戦乱と秩序の力がぶつかり合い、ジュダは戦いを楽しむかのように口元に笑みを浮かべ、シルヴィアはただ無機質な感情で相対する。
シルヴィアのハルバート――「クラウスターズ」とジュダの剣「爆雷天槌」が、世界をも容易く砕く神に最も近い力を纏って刹那すら存在しえない神速の斬撃の応酬を繰り出す。
一秒に数億回では利かない、全方位から一度に攻撃されているにも等しい斬撃の応酬を繰り返され、速さ力を超越した破壊の力がぶつかり合う。
一切の混じり気のない純然たる殺意を互いの神能に乗せ、命を刈り取る攻撃を繰り出しながら、ジュダは神器を守る結界を破壊する隙を伺い、シルヴィアはそれをさせまいとする。
二人の全霊命――それも間違いなく上位に位置する力持った二人の激突で生じる力の圧力が結界で遮られていても世界を塗り潰し、人間界城、王都――そしてはるかかなたにいる人物や人間界に住む半霊命、「幻獣」もその力に恐れ慄き、まるで世界の終焉を目の当たりにしているかのように立ち尽くす。

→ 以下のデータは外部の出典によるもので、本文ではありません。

/** What each role does here, step by step. Words only; the pages themselves stay the truth. */
import type { OrganisationKind, Role } from '@skyberth/shared';
import { paths } from '../../lib/paths.js';

export interface Guide {
  readonly title: string;
  readonly steps: readonly { readonly words: string; readonly to?: string }[];
}

const OPERATOR: readonly Guide[] = [
  {
    title: 'Buy a contact',
    steps: [
      { words: 'Bring your spacecraft: paste or upload element sets.', to: paths.addElements },
      { words: 'Describe its radios, so that the link can be computed.', to: paths.spacecraft },
      { words: 'Find time: choose spacecraft and period; each hump on the board is a pass.', to: paths.findTime },
      { words: 'Hold a pass. The price is frozen for ten minutes and nothing is charged.' },
      { words: 'Pay. The funds are only secured; they are charged after the contact.' },
      { words: 'Take pointing, frequency table and ephemeris from the contact page.', to: paths.bookings },
    ],
  },
  {
    title: 'Change or cancel',
    steps: [
      { words: 'Open the contact and cancel; the page says first what comes back by the refund steps.' },
      { words: 'If the station cancels, everything comes back.' },
    ],
  },
];
const OWNER: readonly Guide[] = [
  {
    title: 'Sell time on an antenna',
    steps: [
      { words: 'Describe the station: position, time zone, currency.', to: paths.newStation },
      { words: 'Add the antenna, draw or upload its mask, list its bands.', to: paths.stations },
      { words: 'Set opening hours and the price; look at what they would have earned.', to: paths.stations },
      { words: 'Ask for approval. After it, put the antenna on sale.', to: paths.stations },
    ],
  },
  {
    title: 'Each day',
    steps: [
      { words: 'Answer requests before their deadline.', to: paths.requests },
      { words: 'Block out time for maintenance or your own use.', to: paths.availability },
      { words: 'Report every contact; a good report charges the buyer.', to: paths.bookings },
    ],
  },
];
const FINANCE: readonly Guide[] = [
  {
    title: 'Follow the money',
    steps: [
      { words: 'Every movement stands in the ledger, tied to its contact.', to: paths.ledger },
      { words: 'Invoices and credit notes are numbered without a gap.', to: paths.invoices },
    ],
  },
];
const ADMIN: readonly Guide[] = [
  {
    title: 'Keep the market honest',
    steps: [
      { words: 'Approve stations on position, mask and papers.', to: paths.approvals },
      { words: 'Suspend an account, with the reason, where it must be.', to: paths.accounts },
      { words: 'Read who did what in the audit trail.', to: paths.audit },
      { words: 'Watch jobs, mails and the element feed.', to: paths.system },
    ],
  },
];

/** The guides of a membership. */
export function guidesFor(active: {
  readonly organisationKind: OrganisationKind;
  readonly role: Role;
}): readonly Guide[] {
  if (active.organisationKind === 'operator') return OPERATOR;
  if (active.organisationKind === 'owner') return OWNER;
  return active.role === 'finance' ? FINANCE : ADMIN;
}
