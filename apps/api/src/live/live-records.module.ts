/** The rows of live events, apart from the streams, because the run sheet reads them too. */
import { Module } from '@nestjs/common';
import { LiveRepository } from './live.repository.js';

@Module({ providers: [LiveRepository], exports: [LiveRepository] })
export class LiveRecordsModule {}
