/** Help: what to do here, step by step, the words of the trade, and the keys. */
import { Anchor, TextInput } from '@mantine/core';
import { Link, useSearchParams } from 'react-router-dom';
import { useSession } from '../../lib/session.js';
import { useTitle } from '../../lib/use-title.js';
import { Caution } from '../../ui/caution.js';
import { PageTitle } from '../../ui/page-title.js';
import { TERMS } from '../../ui/terms.js';
import { guidesFor } from './guides.js';
import classes from './help.module.css';

const KEYS = [
  ['Ctrl or ⌘ with K', 'go to any page, spacecraft, station or booking'],
  ['Arrow keys on the board', 'from pass to pass, and from row to row'],
  ['Space on the board', 'pick the pass'],
  ['Enter on the board', 'open the pass'],
  ['Plus and minus on the board', 'closer and wider'],
  ['Page up and page down on the board', 'earlier and later'],
  ['Esc', 'close what is open'],
] as const;

export function HelpPage() {
  useTitle('Help');
  const { active } = useSession();
  const [search, setSearch] = useSearchParams();
  const wanted = search.get('word') ?? '';
  const terms = Object.entries(TERMS).filter(([, term]) =>
    `${term.word} ${'long' in term ? term.long : ''} ${term.meaning}`.toLowerCase().includes(wanted.toLowerCase()),
  );
  return (
    <>
      <PageTitle title="Help">What to do here, and what the words mean.</PageTitle>
      <div className={classes.columns}>
        <div className={classes.stack}>
          {guidesFor(active).map((guide) => (
            <section key={guide.title}>
              <h2>{guide.title}</h2>
              <ol className={classes.steps}>
                {guide.steps.map(({ words, to }) => (
                  <li key={words}>
                    {to ? (
                      <Anchor component={Link} to={to}>
                        {words}
                      </Anchor>
                    ) : (
                      words
                    )}
                  </li>
                ))}
              </ol>
            </section>
          ))}
          <section>
            <h2>Keys</h2>
            <dl className={classes.keys}>
              {KEYS.map(([keys, what]) => (
                <div key={keys}>
                  <dt>{keys}</dt>
                  <dd>{what}</dd>
                </div>
              ))}
            </dl>
          </section>
          <Caution title="Skyberth computes and books. It grants no right to transmit.">
            <p>
              Transmitting without licence and coordination is unlawful and can harm others. Power near a feed is a
              radiation hazard, a dish moves without warning, and the Sun can damage a receiver. The licence, local
              rules and licensed practitioners decide; interlocks stay in place.
            </p>
          </Caution>
        </div>
        <section>
          <h2>Words of the trade</h2>
          <TextInput
            type="search"
            label="Find a word"
            value={wanted}
            onChange={(event) =>
              setSearch(event.currentTarget.value ? { word: event.currentTarget.value } : {}, { replace: true })
            }
          />
          {terms.length === 0 && <p role="status">No word here has that in it.</p>}
          <dl className={classes.terms}>
            {terms.map(([name, term]) => (
              <div key={name} id={name}>
                <dt>
                  {term.word}
                  {'long' in term && <span className={classes.long}>, {term.long}</span>}
                </dt>
                <dd>{term.meaning}</dd>
              </div>
            ))}
          </dl>
        </section>
      </div>
    </>
  );
}
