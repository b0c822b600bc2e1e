/** Who trades in the simulated year: operators at home, elsewhere in the EU and outside it, and owners with antennas. */
import { antennas, elementSets, organisations, people, spacecraft, stations } from '@skyberth/drizzle';

/** Currencies with 2, 0 and 3 decimals, and the smallest and largest net price in minor units. */
export const CURRENCIES = [
  { currency: 'EUR', from: 3_000, to: 30_000 },
  { currency: 'NOK', from: 40_000, to: 300_000 },
  { currency: 'JPY', from: 5_000, to: 50_000 },
  { currency: 'KWD', from: 10_000, to: 90_000 },
];

const CUSTOMERS = [
  { country: 'FI', vatNumber: 'FI12345671', rateBasisPoints: 2_550 },
  { country: 'DE', vatNumber: 'DE136695976', rateBasisPoints: 0 },
  { country: 'NO', vatNumber: null, rateBasisPoints: 0 },
];

/** Names of the same things in every run, so that a seed gives the same year. */
let things = 0;
function nextId() {
  things += 1;
  return `00000000-0000-7000-8000-${things.toString(16).padStart(12, '0')}`;
}

export function makeWorld(db, startMs) {
  things = 0;
  const personId = nextId();
  db.insert(people)
    .values({
      id: personId,
      name: 'Year Keeper',
      email: 'year@meter.example',
      emailVerifiedMs: startMs,
      passwordHash: 'none',
      createdMs: startMs,
    })
    .run();
  const operators = Array.from({ length: 12 }, (_, index) => {
    const customer = CUSTOMERS[index % CUSTOMERS.length];
    const id = addOrganisation(db, { kind: 'operator', name: `Year Operator ${index}`, startMs, ...customer });
    return { id, ...customer, ...addCraft(db, id, index, startMs) };
  });
  const owners = Array.from({ length: 16 }, (_, index) => {
    const id = addOrganisation(db, {
      kind: 'owner',
      name: `Year Owner ${index}`,
      startMs,
      country: index % 2 ? 'NO' : 'FI',
    });
    const terms = CURRENCIES[index % CURRENCIES.length];
    return { id, ...terms, antennaId: addAntenna(db, id, { index, startMs, currency: terms.currency }) };
  });
  return { personId, operators, owners };
}

function addOrganisation(db, { kind, name, country, vatNumber = null, startMs }) {
  const id = nextId();
  const address = { line1: 'Quay 1', line2: '', postalCode: '1', city: 'Tidewater', country };
  const row = { id, kind, name, address, vatNumber, billingEmail: 'bills@meter.example', createdMs: startMs };
  db.insert(organisations).values(row).run();
  return id;
}

function addCraft(db, organisationId, index, startMs) {
  const spacecraftId = nextId();
  const craft = { id: spacecraftId, organisationId, name: `Year ${index}`, shortName: `Y${index}`, state: 'active' };
  db.insert(spacecraft)
    .values({ ...craft, createdMs: startMs })
    .run();
  const elementSetId = nextId();
  db.insert(elementSets)
    .values({
      id: elementSetId,
      spacecraftId,
      epochUtc: new Date(startMs).toISOString(),
      epochMs: startMs,
      format: 'omm-json',
      elements: '{}',
      digest: spacecraftId,
      source: 'simulated',
      addedMs: startMs,
    })
    .run();
  return { spacecraftId, elementSetId };
}

function addAntenna(db, organisationId, { index, startMs, currency }) {
  const [stationId, antennaId] = [nextId(), nextId()];
  db.insert(stations)
    .values({
      id: stationId,
      organisationId,
      name: `Year Station ${index}`,
      latitudeDeg: 60,
      longitudeDeg: 20,
      altitudeM: 10,
      country: 'FI',
      timeZone: 'UTC',
      currency,
      description: '',
      contactName: '',
      contactPhone: '',
      state: 'approved',
      stateNote: '',
      createdMs: startMs,
    })
    .run();
  db.insert(antennas)
    .values({
      id: antennaId,
      stationId,
      name: `Dish ${index}`,
      diameterM: 5,
      mount: 'az-el',
      tiltDeg: 0,
      slewAzimuthDegPerS: 5,
      slewElevationDegPerS: 5,
      lowestReceiveDeg: 5,
      lowestTransmitDeg: 10,
      setupS: 0,
      teardownS: 0,
      beams: 1,
      minNoticeMin: 0,
      horizonDays: 30,
      minContactS: 60,
      maxContactS: 1_800,
      partsAllowed: true,
      acceptance: 'instant',
      answerWithinMin: 60,
      state: 'on sale',
      version: 1,
      createdMs: startMs,
    })
    .run();
  return antennaId;
}

const CONTACT_MS = 480_000;

/** The row of a contact that was flown and waits for its report. */
export function bookingRow({ operator, owner, quote, personId, id, number, aosMs, nowMs }) {
  const losMs = aosMs + CONTACT_MS;
  return {
    id,
    number,
    operatorId: operator.id,
    ownerId: owner.id,
    spacecraftId: operator.spacecraftId,
    antennaId: owner.antennaId,
    beam: 1,
    elementSetId: operator.elementSetId,
    need: 'downlink',
    state: 'reporting',
    aosMs,
    tcaMs: aosMs + CONTACT_MS / 2,
    losMs,
    guardFromMs: aosMs,
    guardToMs: losMs,
    pass: {},
    quote,
    currency: quote.currency,
    netMinor: quote.totalMinor,
    vatMinor: quote.vat.amountMinor,
    toPayMinor: quote.toPayMinor,
    createdBy: personId,
    createdMs: nowMs,
    changedMs: nowMs,
  };
}

/** The frozen price of such a contact. */
export const quoteOf = ({ currency, netMinor, vatMinor, rateBasisPoints }) => ({
  currency,
  lines: [{ label: '8 min 00 s', detail: '', amountMinor: netMinor }],
  totalMinor: netMinor,
  vat: {
    ratePercent: rateBasisPoints / 100,
    amountMinor: vatMinor,
    note: rateBasisPoints > 0 ? 'VAT' : 'Reverse charge',
  },
  toPayMinor: netMinor + vatMinor,
  ladder: [],
});
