/** The engine in the calling thread: for tests, and for a machine where one core is all there is. */
import { PassDesk } from '../compute/pass-desk.js';
import type { EngineJob, OutcomeOf } from './job-types.js';
import type { PassEngine } from './pass-engine.js';

export class InProcessEngine implements PassEngine {
  readonly lanes = 1;
  private readonly desk = new PassDesk();

  async run<J extends EngineJob>(job: J): Promise<OutcomeOf<J>> {
    return this.desk.carryOut(job);
  }

  laneOf(): number {
    return 0;
  }

  async close(): Promise<void> {}
}
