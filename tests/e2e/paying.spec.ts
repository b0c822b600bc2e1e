/** What may go wrong between the hold and the money: a refused card, a hold let go, a payment page that is left. */
import type { Browser } from 'playwright-core';
import { afterAll, beforeAll, describe, expect, it } from 'vitest';
import { type Desk, launchBrowser, openDesk } from './harness/browser.js';
import { seen } from './harness/fields.js';
import { type Harbour, startHarbour } from './harness/harbour.js';
import { buyerWithSpacecraft, openMarket } from './harness/market.js';
import * as buying from './harness/operator-desk.js';
import { signIn } from './harness/people.js';
import { bookingIdIn, bookingOf } from './harness/records.js';
import { step } from './harness/steps.js';

describe('between the hold and the money', () => {
  let harbour: Harbour;
  let browser: Browser;
  beforeAll(async () => {
    [harbour, browser] = await Promise.all([startHarbour(), launchBrowser()]);
    await openMarket(harbour);
  });
  afterAll(async () => {
    await browser?.close();
    await harbour?.stop();
  });

  /** An operator of this test's own, who holds the first pass for sale. Answers what its button said, without the state. */
  async function holdFirstPass(organisation: string, catalogNumber: number): Promise<{ desk: Desk; pass: string }> {
    const buyer = await buyerWithSpacecraft(harbour, organisation, catalogNumber);
    const desk = await openDesk(browser);
    const words = await step(`${organisation} holds a pass`, desk, async () => {
      await signIn(desk.page, harbour.url, buyer.email);
      await buying.findTime(desk.page);
      const picked = await buying.pickPass(desk.page);
      await buying.holdPass(desk.page);
      return picked;
    });
    return { desk, pass: words.split(', for sale')[0] ?? words };
  }

  it('lets a refused card be followed by a good one', async () => {
    const { desk } = await holdFirstPass('Dunlin Orbits', 99_401);
    const { page, context } = desk;
    await step('paying with a card that is refused', desk, async () => {
      await buying.tray(page).getByRole('button', { name: 'Pay and confirm' }).click();
      await buying.payByCard(page, buying.DECLINED_CARD);
      await seen(page.getByRole('alert').filter({ hasText: 'Your card was declined.' }));
    });
    await step('paying with a good card', desk, async () => {
      await buying.payByCard(page, buying.GOOD_CARD);
      await page.waitForURL(/\/bookings\/.+paid=1/);
      await seen(page.getByText('Paid and confirmed.'));
    });
    const booking = await bookingOf(context, harbour.url, bookingIdIn(page.url()));
    expect(booking).toMatchObject({
      state: 'confirmed',
      payment: { state: 'authorised', card: expect.stringContaining('4242') },
    });
    expect(desk.faults).toEqual([]);
  });

  it('puts a pass back on sale when its hold is let go', async () => {
    const { desk, pass } = await holdFirstPass('Sanderling Orbits', 99_402);
    const { page } = desk;
    await step('letting the hold go', desk, async () => {
      await seen(page.getByRole('button', { name: `${pass}, held by you` }));
      await buying.tray(page).getByRole('button', { name: 'Let it go' }).click();
      await buying.tray(page).waitFor({ state: 'hidden' });
      await seen(page.getByRole('button', { name: `${pass}, for sale` }));
    });
    await step('holding the same pass again', desk, async () => {
      await buying.holdPass(page);
      await seen(page.getByRole('button', { name: `${pass}, held by you` }));
    });
    expect(desk.faults).toEqual([]);
  });

  it('keeps the hold, and charges nothing, when the payment page is left', async () => {
    const { desk } = await holdFirstPass('Knot Orbits', 99_403);
    const { page, context } = desk;
    await step('leaving the payment page', desk, async () => {
      await buying.tray(page).getByRole('button', { name: 'Pay and confirm' }).click();
      await page.getByRole('link', { name: 'Back without paying' }).click();
      await page.waitForURL(/\/bookings\//);
      await seen(page.getByText('Held', { exact: true }));
      await seen(page.getByText('The payment was begun and not finished; nothing is charged.'));
    });
    const id = bookingIdIn(page.url());
    expect(await bookingOf(context, harbour.url, id)).toMatchObject({
      state: 'held',
      invoiceId: null,
      payment: { state: 'waiting for the buyer', capturedMinor: 0 },
    });
    await step('letting it go from the contact page', desk, async () => {
      await page.getByRole('button', { name: 'Let the hold go' }).click();
      await seen(page.getByText('Cancelled', { exact: true }));
      await seen(page.getByText('The hold was let go.'));
    });
    expect(await harbour.mail.subjectsTo('knot.orbits@people.example')).not.toContainEqual(
      expect.stringMatching(/Confirmed|Invoice/),
    );
    expect(desk.faults).toEqual([]);
  });
});
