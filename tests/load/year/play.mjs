/**
 * A year of the marketplace, played through the application's own code on a clock that is moved: sales, captures, partial
 * captures, releases, refunds, chargebacks and payouts in four currencies, against a provider whose news are spoiled. At the
 * end every missed event is read, and the books must agree to the last minor unit.
 */
import {
  BookingMoney,
  BookingRepository,
  chargebackFacts,
  createApp,
  DATABASE,
  eventFacts,
  InvoiceService,
  LedgerCheckService,
  LedgerRepository,
  LedgerService,
  newId,
  OutboxRunner,
  PAYMENT_PORT,
  PaymentEvents,
  PROVIDER_BOOKS,
  ReconciliationService,
  write,
} from '@skyberth/api';
import { bookings, payments } from '@skyberth/drizzle';
import { payoutArrivedEntry, payoutEntry, percentOf, reverseEntry } from '@skyberth/money';
import { count, eq } from 'drizzle-orm';
import { chance } from './chance.mjs';
import { SimulatedProvider } from './provider.mjs';
import { configOf, keepStatements, START_MS, SteppedClock } from './stage.mjs';
import { bookingRow, makeWorld, quoteOf } from './world.mjs';

const DAY_MS = 86_400_000;
const HOUR_MS = 3_600_000;
const DAYS = 365;
/** Days at the end in which nothing is sold and everything comes to rest; a late event may take two. */
const REST_DAYS = 8;
/**
 * Further apart than the longest guarded interval, so that the database's search for overlaps meets no neighbours; with all
 * contacts of a year on a few antennas it would look at a thousand each time. When they fly does not matter to money.
 */
const SLOT_MS = 701_000_000;

/** Plays `count` bookings; answers what was played and everything that does not agree (nothing, when all is right). */
export async function playYear({ bookings: bookingCount, seed }) {
  const clock = new SteppedClock();
  const luck = chance(seed);
  const provider = new SimulatedProvider(clock, luck);
  provider.reading = { event: eventFacts, chargeback: chargebackFacts };
  const app = await createApp(configOf(), { clock, quiet: true });
  await app.init();
  const get = (token) => app.get(token, { strict: false });
  Object.assign(get(PAYMENT_PORT), provider.port());
  Object.assign(get(PROVIDER_BOOKS), provider.books());
  const db = get(DATABASE);
  db.$client.pragma('synchronous = OFF');
  keepStatements(db.$client);
  const year = new Year({ get, db, clock, luck, provider, world: makeWorld(db, START_MS), bookingCount });
  try {
    for (let day = 0; day < DAYS + REST_DAYS; day += 1) await year.day(day);
    return { ...year.played, ...provider.counts, disagreements: await year.disagreements() };
  } finally {
    await app.close();
  }
}

class Year {
  played = {
    bookings: 0,
    released: 0,
    refunds: 0,
    chargebacks: 0,
    won: 0,
    lost: 0,
    payouts: 0,
    payoutsFailed: 0,
    missedRead: 0,
  };
  #number = 1_000;
  #slots = new Map();
  #captured = [];
  #disputes = [];

  constructor(parts) {
    Object.assign(this, parts);
    this.ledger = this.get(LedgerService);
    this.events = this.get(PaymentEvents);
    this.reconciliation = this.get(ReconciliationService);
  }

  async day(day) {
    const { clock } = this;
    const share = (upTo) => Math.floor((this.bookingCount * Math.min(upTo, DAYS)) / DAYS);
    const today = share(day + 1) - share(day);
    for (let half = 0; half < 2; half += 1) {
      clock.set(START_MS + day * DAY_MS + half * 12 * HOUR_MS);
      const sold = half === 0 ? Math.ceil(today / 2) : Math.floor(today / 2);
      for (let index = 0; index < sold; index += 1) this.#sell();
      await this.get(OutboxRunner).drain();
      this.#deliver();
      clock.advance(HOUR_MS);
      if (day < DAYS) this.#afterwards();
      this.#deliver();
    }
    clock.set(START_MS + day * DAY_MS + 20 * HOUR_MS);
    this.#decideDisputes(day >= DAYS);
    this.#deliver();
    if (day % 3 === 2 || day >= DAYS) {
      this.played.missedRead += await this.events.readMissed();
      await this.reconciliation.read();
    }
    if (day % 7 === 6 && day < DAYS) this.#payOut(day);
  }

  /** A contact that was bought, flown and reported, with what is kept of its price: all, a part, or nothing. */
  #sell() {
    const { luck, world, db } = this;
    const [operator, owner] = [luck.one(world.operators), luck.one(world.owners)];
    const netMinor = luck.whole(owner.from, owner.to);
    const vatMinor = percentOf(netMinor, operator.rateBasisPoints);
    const quote = quoteOf({ currency: owner.currency, netMinor, vatMinor, rateBasisPoints: operator.rateBasisPoints });
    const booking = this.#bookingOf({ operator, owner, quote });
    const intentId = `pi_${booking.id}`;
    const money = { currency: quote.currency, amountMinor: quote.toPayMinor };
    this.provider.authorise(intentId, { bookingId: booking.id, ...money });
    const refundPercent = luck.is(0.8) ? 0 : luck.one([25, 50, 75, 100, 100]);
    write(db, (tx) => {
      tx.insert(bookings).values(booking).run();
      const times = { createdMs: booking.createdMs, changedMs: booking.createdMs };
      tx.insert(payments)
        .values({
          id: newId(),
          bookingId: booking.id,
          intentId,
          state: 'authorised',
          ...money,
          capturedMinor: 0,
          refundedMinor: 0,
          card: 'Card ending 0000',
          ...times,
        })
        .run();
      const row = this.get(BookingRepository).byId(tx, booking.id);
      this.get(InvoiceService).issue(tx, row, `Contact ${booking.number}`);
      this.get(BookingMoney).settle(tx, row, { refundPercent, reason: 'a contact of the year' });
      tx.update(bookings).set({ state: 'settled' }).where(eq(bookings.id, booking.id)).run();
    });
    this.played.bookings += 1;
    if (refundPercent === 100) this.played.released += 1;
    else this.#captured.push({ bookingId: booking.id, intentId });
  }

  /** What happens to charged contacts later: refunds in one or more parts, and chargebacks. */
  #afterwards() {
    const { luck, provider, db } = this;
    const due = this.#captured;
    this.#captured = [];
    for (const one of due) {
      const payment = db.select().from(payments).where(eq(payments.intentId, one.intentId)).get();
      if (payment.state === 'capturing') {
        // Its news are not here yet; the bank and the owner cannot act on it before the provider has taken it either.
        this.#captured.push(one);
        continue;
      }
      // What the provider still holds: the news of an earlier refund may not be here yet.
      const left = provider.leftMinor(one.intentId);
      if (left > 1 && luck.is(0.06)) {
        provider.refund(one.intentId, luck.is(0.4) ? left : luck.whole(1, left - 1));
        this.played.refunds += 1;
        if (luck.is(0.5)) this.#captured.push(one);
      } else if (left === payment.capturedMinor && luck.is(0.015)) {
        this.#disputes.push(provider.openDispute(one.intentId, luck.is(0.7) ? left : luck.whole(1, left)));
        this.played.chargebacks += 1;
      }
    }
  }

  /** Banks take their time; at the end some are still open. */
  #decideDisputes(isOver) {
    const undecided = [];
    for (const id of this.#disputes) {
      if (isOver || !this.luck.is(0.06)) {
        undecided.push(id);
        continue;
      }
      const verdict = this.luck.is(0.4) ? 'won' : 'lost';
      this.provider.closeDispute(id, verdict);
      this.played[verdict] += 1;
    }
    this.#disputes = undecided;
  }

  /** Every owner gets what is payable; a transfer that fails is taken back and comes with the next run. */
  #payOut(day) {
    for (const { organisationId, currency, debitMinor, creditMinor } of this.get(LedgerRepository).sums({
      account: 'owner payable',
    })) {
      const amountMinor = creditMinor - debitMinor;
      if (amountMinor <= 0) continue;
      const key = `${organisationId}:${currency}:${day}`;
      const cause = `Payout of day ${day}`;
      const payout = { ownerId: organisationId, amountMinor };
      const ordered = payoutEntry({ causeKey: `payout:${key}`, cause, currency }, payout);
      const transferId = this.provider.transfer(currency, amountMinor);
      const outcome =
        transferId === null
          ? reverseEntry(ordered, { causeKey: `payout-failed:${key}`, cause: `${cause} came back` })
          : payoutArrivedEntry({ causeKey: `transfer:${transferId}`, cause, currency }, payout);
      write(this.db, (tx) => {
        this.ledger.post(tx, ordered, null);
        this.ledger.post(tx, outcome, null);
      });
      this.played[transferId === null ? 'payoutsFailed' : 'payouts'] += 1;
    }
  }

  /** A delivery that fails is tried again by reading; so is one that never comes. */
  #deliver() {
    for (const { body, signature } of this.provider.deliveries()) {
      try {
        this.events.receive(body, signature);
      } catch (error) {
        // The provider would send it again; here the next reading brings it, which is the harder case.
        if (!/came before the news/.test(error.message)) throw error;
      }
    }
  }

  #bookingOf({ operator, owner, quote }) {
    // Each antenna and each spacecraft has its own row of times, so that nothing overlaps.
    const slot = Math.max(this.#slots.get(owner.antennaId) ?? 0, this.#slots.get(operator.spacecraftId) ?? 0) + SLOT_MS;
    this.#slots.set(owner.antennaId, slot).set(operator.spacecraftId, slot);
    this.#number += 1;
    const aosMs = START_MS + slot;
    const times = { aosMs, nowMs: this.clock.nowMs() };
    return bookingRow({
      operator,
      owner,
      quote,
      personId: this.world.personId,
      id: newId(),
      number: this.#number,
      ...times,
    });
  }

  /** Everything that does not hold at the end, in sentences. */
  async disagreements() {
    const faults = (await this.get(LedgerCheckService).run()).map((fault) => fault.sentence);
    const { tally } = this.provider;
    const balances = this.provider.balances();
    const differ = (what, ours, theirs) => {
      if (ours !== theirs) faults.push(`${what}: ${ours} here, ${theirs} by the provider's own count.`);
    };
    const open = this.db.select({ rows: count() }).from(payments).where(eq(payments.state, 'capturing')).get().rows;
    differ('Payments that wait for their news', open, 0);
    for (const currency of Object.keys(tally.captured)) {
      const of = (account) => this.ledger.balanceMinor(account, currency);
      const sum = (name) => tally[name][currency] ?? 0;
      const taken = sum('captured') - sum('refunded') - sum('chargedBack') + sum('givenBack');
      differ(`Provider clearing in ${currency}`, of('provider clearing'), balances[currency]);
      differ(`Provider costs in ${currency}`, of('provider costs'), sum('fees'));
      differ(`Balance in ${currency}`, taken - sum('fees') - sum('transferred'), balances[currency]);
      // What was paid out and what is still owed, kept or reserved is all that was taken, less what operators owe again.
      const owed = -['owner payable', 'dispute reserve', 'payout clearing', 'refunds', 'VAT', 'marketplace fee']
        .map(of)
        .reduce((total, minor) => total + minor, 0);
      differ(`Payouts and balances in ${currency}`, sum('transferred') + owed - of('operator receivable'), taken);
    }
    return faults;
  }
}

半霊命にはもちえない純然たる殺気は、神格の域にまで昇華し、結界がなければそれだけで命を奪い、世界を破壊する程の力を有している。
世界に対して物理的、現象的な干渉を引き起こす事すらできる殺意と破壊の意志をまき散らしながらも宝物庫が崩壊しないのは、一重に「守護」の力を持つ神庭騎士、シルヴィアの結界の力によるものだ
「――っ」
宝物庫中から溢れだしてくる、純然たる戦意と殺意、そして神に最も近い力の波動を、シルヴィアの結界に包まれながら宝物庫の外で見守っている詩織は、久しぶりに感じる全霊命同士の殺し合いが放つ威圧に、立ち上がる事も出来ずただ身を震わせていた
「なんか凄い事になってるね」
その時、恐怖に震えながらも、宝物庫の中から噴き出してくる絶大な力から目を離す事が出来なくなっていた詩織の意識を、背後からの静かな声が引き寄せる
「――っ!」
そこにいた人物を見た詩織の目が驚愕に見開かれる。
詩織の視線の先では、月光に照らしだされる橙色の髪をなびかせた美女が、普段の穏やかな表情とは裏腹な険しい視線を宝物庫の中へ向ける
「……どういう状況かいまいち分かりかねてるけど――今、大事件の真っ最中だよね?」
「ミリティアさん!」
詩織の声を受けて佇むその人物は、舞戦祭において「舞戦姫」と謳われる美女――「ミリティア・グレイサー」だった。